The crisis was caused largely by the collapse of the dot-com bubble, which has slashed state tax revenues and opened up a $38 billion deficit. Despite top-heavy Democratic majorities in both houses of the legislature, Davis from the beginning proposed heavy cuts in state services as the principal means of financing the deficit, as well as increases in regressive taxes such as the automobile registration fee and the state sales tax, which fall disproportionately on the poor and the working class.
The Republican minority in the state legislature did not have the power to enact its own proposed cuts, including measures which would require a Charles Dickens to properly describe: excluding 110,000 children from kindergarten and ending payments to blind people to provide food for their guide dogs. They were able to block the Democratic Party budget, however, under a provision requiring a two-thirds majority to approve any new taxes.
The Republicans deliberately prolonged the stalemate in Sacramento to fuel support for the recall campaign. Once the signatures were in and the date of the recall election set, they quickly reached agreement on a budget deal that includes the higher auto registration fees but no additional taxes, and covers the deficit through a one-time massive borrowing of over $10 billion—essentially postponing the reckoning until next year.
After five years in which Davis has frequently boasted of his “independence” of core Democratic Party constituency groups—blacks, Latinos, trade unionists, etc.—he is now embracing the support of the trade union bureaucracy and various black and Latino politicians in a desperate effort to mobilize support against the recall. He has appeared at a series of rallies with union officials who in the past criticized him for his hostility to state employees.
The Democratic Party leadership has decided that it is impossible to defend Davis’s political record and that the recall can only be defeated by focusing on the right-wing elements who instigated it.

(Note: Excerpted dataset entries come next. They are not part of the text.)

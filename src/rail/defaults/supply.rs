//! Name, input, output and surroundings.

use super::{Bounds, Key, Kind, Preset};
use crate::quantity::Dimension;

const VOLTAGE: Kind = Kind::Number(Dimension::Voltage, Bounds::AboveZero);
const CURRENT: Kind = Kind::Number(Dimension::Current, Bounds::AboveZero);
const RIPPLE: Kind = Kind::NumberOrNone(Dimension::Voltage, Bounds::AboveZero);
const NO_STEP: &str = "no load step is checked";

/// `name`
pub const NAME: Key = Key::required("name", Kind::Text, "what the supply is called on screens and in files");

/// `input.voltage.min`
pub const INPUT_MIN: Key = Key::required("input.voltage.min", VOLTAGE, "least input voltage");

/// `input.voltage.typical`
pub const INPUT_TYPICAL: Key =
    Key::required("input.voltage.typical", VOLTAGE, "input voltage at which losses are weighted");

/// `input.voltage.max`
pub const INPUT_MAX: Key = Key::required("input.voltage.max", VOLTAGE, "greatest input voltage");

/// `input.ripple`
pub const INPUT_RIPPLE: Key = Key::or(
    "input.ripple",
    RIPPLE,
    Preset::Times(0.05),
    "5 % of the least input (common practice, no source)",
    "greatest input ripple, peak to peak; \"none\" for no limit",
);

/// `input.surge`
pub const INPUT_SURGE: Key = Key::or(
    "input.surge",
    VOLTAGE,
    Preset::Times(1.0),
    "the greatest input: no transient beyond it",
    "transient that the parts must stand; not an operating corner",
);

/// `output.voltage`
pub const OUTPUT_VOLTAGE: Key = Key::required("output.voltage", VOLTAGE, "output voltage, below the least input");

/// `output.current`
pub const OUTPUT_CURRENT: Key = Key::required("output.current", CURRENT, "full load");

/// `output.peak`
pub const OUTPUT_PEAK: Key = Key::or(
    "output.peak",
    CURRENT,
    Preset::Times(1.0),
    "the full load: no current limit or start-up load above it",
    "current limit or start-up load, for saturation and switch current",
);

/// `output.ripple`
pub const OUTPUT_RIPPLE: Key = Key::or(
    "output.ripple",
    RIPPLE,
    Preset::Times(0.01),
    "1 % of the output (common practice, no source)",
    "greatest output ripple, peak to peak; \"none\" for no limit",
);

/// `output.step.current`
pub const STEP_CURRENT: Key =
    Key::or("output.step.current", CURRENT, Preset::Nothing, NO_STEP, "change of the load in a load step");

/// `output.step.deviation`
pub const STEP_DEVIATION: Key = Key::or(
    "output.step.deviation",
    VOLTAGE,
    Preset::Nothing,
    NO_STEP,
    "greatest deviation of the output after the load step",
);

/// `output.step.crossover`
pub const STEP_CROSSOVER: Key = Key::or(
    "output.step.crossover",
    Kind::Number(Dimension::Frequency, Bounds::AboveZero),
    Preset::Nothing,
    "the deviation is the floor that no controller can beat",
    "crossover frequency of the control loop",
);

/// `ambient.temperature`
pub const AMBIENT_TEMPERATURE: Key = Key::or(
    "ambient.temperature",
    Kind::Number(Dimension::Temperature, Bounds::Celsius),
    Preset::Number(25.0),
    "room temperature, to which data sheets refer",
    "the worst still air at the board",
);
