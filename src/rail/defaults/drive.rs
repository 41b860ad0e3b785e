//! Gate drive and controller.

use super::{Bounds, Key, Kind, Preset};
use crate::quantity::Dimension;

const RESISTANCE: Kind = Kind::Number(Dimension::Resistance, Bounds::AboveZero);
const TIME: Kind = Kind::Number(Dimension::Time, Bounds::ZeroOrMore);

/// The supplies that have a name.
pub const SUPPLY_WORDS: &[&str] = &["input", "output"];

/// `drive.voltage`
pub const DRIVE_VOLTAGE: Key = Key::or(
    "drive.voltage",
    Kind::Number(Dimension::Voltage, Bounds::AboveZero),
    Preset::Number(5.0),
    "gate supply of logic-level switches (common practice, no source)",
    "gate supply of both switches",
);

/// `drive.pull_up`
pub const DRIVE_PULL_UP: Key = Key::or(
    "drive.pull_up",
    RESISTANCE,
    Preset::Number(2.0),
    "an ordinary integrated driver (common practice, no source)",
    "driver and external gate resistance while the gate is charged",
);

/// `drive.pull_down`
pub const DRIVE_PULL_DOWN: Key = Key::or(
    "drive.pull_down",
    RESISTANCE,
    Preset::Number(1.0),
    "an ordinary integrated driver pulls down harder than up (common practice, no source)",
    "driver and external gate resistance while the gate is discharged",
);

/// `drive.dead_time`
pub const DRIVE_DEAD_TIME: Key = Key::or(
    "drive.dead_time",
    TIME,
    Preset::Number(20e-9),
    "an ordinary controller (common practice, no source)",
    "time with both switches off, at each edge",
);

/// `drive.minimum_on`
pub const DRIVE_MINIMUM_ON: Key = Key::or(
    "drive.minimum_on",
    TIME,
    Preset::Number(0.0),
    "the controller is taken to reach any on-time",
    "shortest on-time of the controller",
);

/// `drive.minimum_off`
pub const DRIVE_MINIMUM_OFF: Key = Key::or(
    "drive.minimum_off",
    TIME,
    Preset::Number(0.0),
    "the controller is taken to reach any off-time",
    "shortest off-time of the controller",
);

/// `drive.bias`
pub const DRIVE_BIAS: Key = Key::or(
    "drive.bias",
    Kind::Number(Dimension::Current, Bounds::ZeroOrMore),
    Preset::Number(0.0),
    "the controller's own consumption is left out",
    "supply current of the controller, from the same supply as the gates",
);

/// `drive.supply`
pub const DRIVE_SUPPLY: Key = Key::or(
    "drive.supply",
    Kind::Supply,
    Preset::Word("input"),
    "the linear regulator inside the controller (common practice, no source)",
    "where gate charge and bias come from: \"input\" through a linear regulator, \"output\", \
     or the efficiency of a converter",
);

/// `drive.supply_limit`
pub const DRIVE_SUPPLY_LIMIT: Key = Key::or(
    "drive.supply_limit",
    Kind::Number(Dimension::Current, Bounds::AboveZero),
    Preset::Nothing,
    "no limit",
    "greatest current of the gate supply",
);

Bob Mulholland, political director of the California Democratic Party, told the press, “This is a coup attempt by certain Republican extremists.”
The most cynical statement came from Terry McAuliffe, chairman of the Democratic National Committee, who acknowledged wanting to keep any other Democrat’s name off the second ballot of the recall, as a form of blackmail of the voters. “If you are a California voter and you want to vote to recall Gray Davis, you are not going to have an option but a bunch of right-wing conservatives on the ballot,” he said. “That’s going to be your option.”
After refusing to conduct any serious struggle against the right-wing campaign to destabilize the Clinton administration, which culminated in impeachment, and then in the theft of the 2000 presidential election, the Democratic Party establishment is reacting in California with a mixture of panic and apprehension. But it is incapable of offering any genuine alternative to the right-wing effort to take over the government of the largest US state.
After decades of pursuing increasingly right-wing policies, working in tandem with the Republicans, and prostituting themselves openly before big business, the Democratic Party has no basis upon which to make an appeal to working people. Ultimately, the California crisis illustrates that neither democratic rights nor the social needs of working people—adequate health care, decent housing, quality education, and jobs—can be left to the machinations of a political system controlled by the financial oligarchy. The working class must build a new political party of its own, independent of and opposed to both the Democrats and Republicans and based on a socialist program.